(Collected data)
====================

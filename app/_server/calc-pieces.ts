/**
 * How the server's pool runs one calculation: whole on one thread, or, for a planner whose run comes in
 * pieces (PlannerEntry.pieces: the hold planner's central run and band corners), as a lead job and helper
 * jobs on several threads that take the pieces from one board in shared memory as each becomes free. The
 * lead never waits for a job that has not started: a helper that starts late finds nothing left, and a
 * piece is only waited for once a running thread has taken it. Free of server-only imports so that the
 * benchmark runs the same code against its own pool.
 */
import type { CalcAnswer, CalcJob, Calculation, HelperAnswer } from "./calc-worker";
import { plannerOf } from "../../lib/planners/registry";
import type { PieceBoard } from "../../lib/planners/run";

/** Pieces a board has room for: far more than any plan's sample (a run with more is run whole by its lead). */
const BOARD_CAPACITY = 1024;
/** How long one wait for a piece lasts before the helpers' state is looked at again, ms. */
const WAIT_MS = 50;

/**
 * The board over one SharedArrayBuffer: an Int32 header (the last piece taken; whether every helper has
 * settled), an Int32 state per piece (0 not in, 1 in) and a Float64 number per piece. Atomics order the
 * writes: a piece's number is stored before its state says it is in.
 */
export class SharedBoard implements PieceBoard {
  readonly capacity: number;
  private readonly ctl: Int32Array;
  private readonly values: Float64Array;
  constructor(readonly buffer: SharedArrayBuffer) {
    // An even capacity keeps the numbers 8-byte aligned after the 4-byte states.
    this.capacity = Math.max(0, 2 * Math.floor((buffer.byteLength - 8) / 24));
    this.ctl = new Int32Array(buffer, 0, 2 + this.capacity);
    this.values = new Float64Array(buffer, 8 + 4 * this.capacity, this.capacity);
  }
  static create(capacity = BOARD_CAPACITY): SharedBoard {
    return new SharedBoard(new SharedArrayBuffer(8 + 24 * Math.ceil(capacity / 2)));
  }
  take(): number {
    return Atomics.add(this.ctl, 0, 1) + 1;
  }
  put(at: number, value: number): void {
    if (at < 1 || at >= this.capacity) return;
    this.values[at] = value;
    Atomics.store(this.ctl, 2 + at, 1);
    Atomics.notify(this.ctl, 2 + at);
  }
  collect(count: number): Float64Array {
    const out = new Float64Array(count);
    for (let at = 1; at < count; at++) {
      while (Atomics.load(this.ctl, 2 + at) === 0) {
        // Every helper has settled and this piece is still not in: its thread is gone (the lead runs it).
        if (Atomics.load(this.ctl, 1) !== 0 && Atomics.load(this.ctl, 2 + at) === 0) {
          this.values[at] = NaN;
          break;
        }
        Atomics.wait(this.ctl, 2 + at, 0, WAIT_MS);
      }
      out[at] = this.values[at];
    }
    return out;
  }
  /** Called on the request thread once every helper job has settled (done, failed or stopped). */
  helpersSettled(): void {
    Atomics.store(this.ctl, 1, 1);
    for (let at = 1; at < this.capacity; at++) Atomics.notify(this.ctl, 2 + at);
  }
}

export async function runWhole(kind: Calculation, input: unknown, threads: number, run: (job: CalcJob) => Promise<CalcAnswer | HelperAnswer>): Promise<CalcAnswer> {
  const pieces = plannerOf(kind).pieces;
  if (!pieces || threads < 2) return lead(await run({ kind, input }));
  const board = SharedBoard.create();
  // The lead first, so that it starts first where only one thread is free.
  const answer = run({ kind, input, pieces: { board: board.buffer, lead: true } });
  const helpers = Array.from({ length: Math.min(threads, pieces.threads) - 1 }, () => run({ kind, input, pieces: { board: board.buffer, lead: false } }));
  void Promise.allSettled(helpers).then(() => board.helpersSettled());
  return lead(await answer);
}

/** The lead's answer (a helper's here would be a defect of this module). */
function lead(a: CalcAnswer | HelperAnswer): CalcAnswer {
  if ("helped" in a) return { ok: false, status: 500, message: "A helper's answer came back where the whole answer was expected", fieldErrors: {} };
  return a;
}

====================

Line by line, repeat the data exactly.

filename app/_server/calc-pieces.ts
/**
 * How the server's pool runs one calculation: whole on one thread, or, for a planner whose run comes in
 * pieces (PlannerEntry.pieces: the hold planner's central run and band corners), as a lead job and helper
 * jobs on several threads that take the pieces from one board in shared memory as each becomes free. The
 * lead never waits for a job that has not started: a helper that starts late finds nothing left, and a
 * piece is only waited for once a running thread has taken it. Free of server-only imports so that the
 * benchmark runs the same code against its own pool.
 */
import type { CalcAnswer, CalcJob, Calculation, HelperAnswer } from "./calc-worker";
import { plannerOf } from "../../lib/planners/registry";
import type { PieceBoard } from "../../lib/planners/run";

/** Pieces a board has room for: far more than any plan's sample (a run with more is run whole by its lead). */
const BOARD_CAPACITY = 1024;
/** How long one wait for a piece lasts before the helpers' state is looked at again, ms. */
const WAIT_MS = 50;

/**
 * The board over one SharedArrayBuffer: an Int32 header (the last piece taken; whether every helper has
 * settled), an Int32 state per piece (0 not in, 1 in) and a Float64 number per piece. Atomics order the
 * writes: a piece's number is stored before its state says it is in.
 */
export class SharedBoard implements PieceBoard {
  readonly capacity: number;
  private readonly ctl: Int32Array;
  private readonly values: Float64Array;
  constructor(readonly buffer: SharedArrayBuffer) {
    // An even capacity keeps the numbers 8-byte aligned after the 4-byte states.
    this.capacity = Math.max(0, 2 * Math.floor((buffer.byteLength - 8) / 24));
    this.ctl = new Int32Array(buffer, 0, 2 + this.capacity);
    this.values = new Float64Array(buffer, 8 + 4 * this.capacity, this.capacity);
  }
  static create(capacity = BOARD_CAPACITY): SharedBoard {
    return new SharedBoard(new SharedArrayBuffer(8 + 24 * Math.ceil(capacity / 2)));
  }
  take(): number {
    return Atomics.add(this.ctl, 0, 1) + 1;
  }
  put(at: number, value: number): void {
    if (at < 1 || at >= this.capacity) return;
    this.values[at] = value;
    Atomics.store(this.ctl, 2 + at, 1);
    Atomics.notify(this.ctl, 2 + at);
  }
  collect(count: number): Float64Array {
    const out = new Float64Array(count);
    for (let at = 1; at < count; at++) {
      while (Atomics.load(this.ctl, 2 + at) === 0) {
        // Every helper has settled and this piece is still not in: its thread is gone (the lead runs it).
        if (Atomics.load(this.ctl, 1) !== 0 && Atomics.load(this.ctl, 2 + at) === 0) {
          this.values[at] = NaN;
          break;
        }
        Atomics.wait(this.ctl, 2 + at, 0, WAIT_MS);
      }
      out[at] = this.values[at];
    }
    return out;
  }
  /** Called on the request thread once every helper job has settled (done, failed or stopped). */
  helpersSettled(): void {
    Atomics.store(this.ctl, 1, 1);
    for (let at = 1; at < this.capacity; at++) Atomics.notify(this.ctl, 2 + at);
  }
}

export async function runWhole(kind: Calculation, input: unknown, threads: number, run: (job: CalcJob) => Promise<CalcAnswer | HelperAnswer>): Promise<CalcAnswer> {
  const pieces = plannerOf(kind).pieces;
  if (!pieces || threads < 2) return lead(await run({ kind, input }));
  const board = SharedBoard.create();
  // The lead first, so that it starts first where only one thread is free.
  const answer = run({ kind, input, pieces: { board: board.buffer, lead: true } });
  const helpers = Array.from({ length: Math.min(threads, pieces.threads) - 1 }, () => run({ kind, input, pieces: { board: board.buffer, lead: false } }));
  void Promise.allSettled(helpers).then(() => board.helpersSettled());
  return lead(await answer);
}

/** The lead's answer (a helper's here would be a defect of this module). */
function lead(a: CalcAnswer | HelperAnswer): CalcAnswer {
  if ("helped" in a) return { ok: false, status: 500, message: "A helper's answer came back where the whole answer was expected", fieldErrors: {} };
  return a;
}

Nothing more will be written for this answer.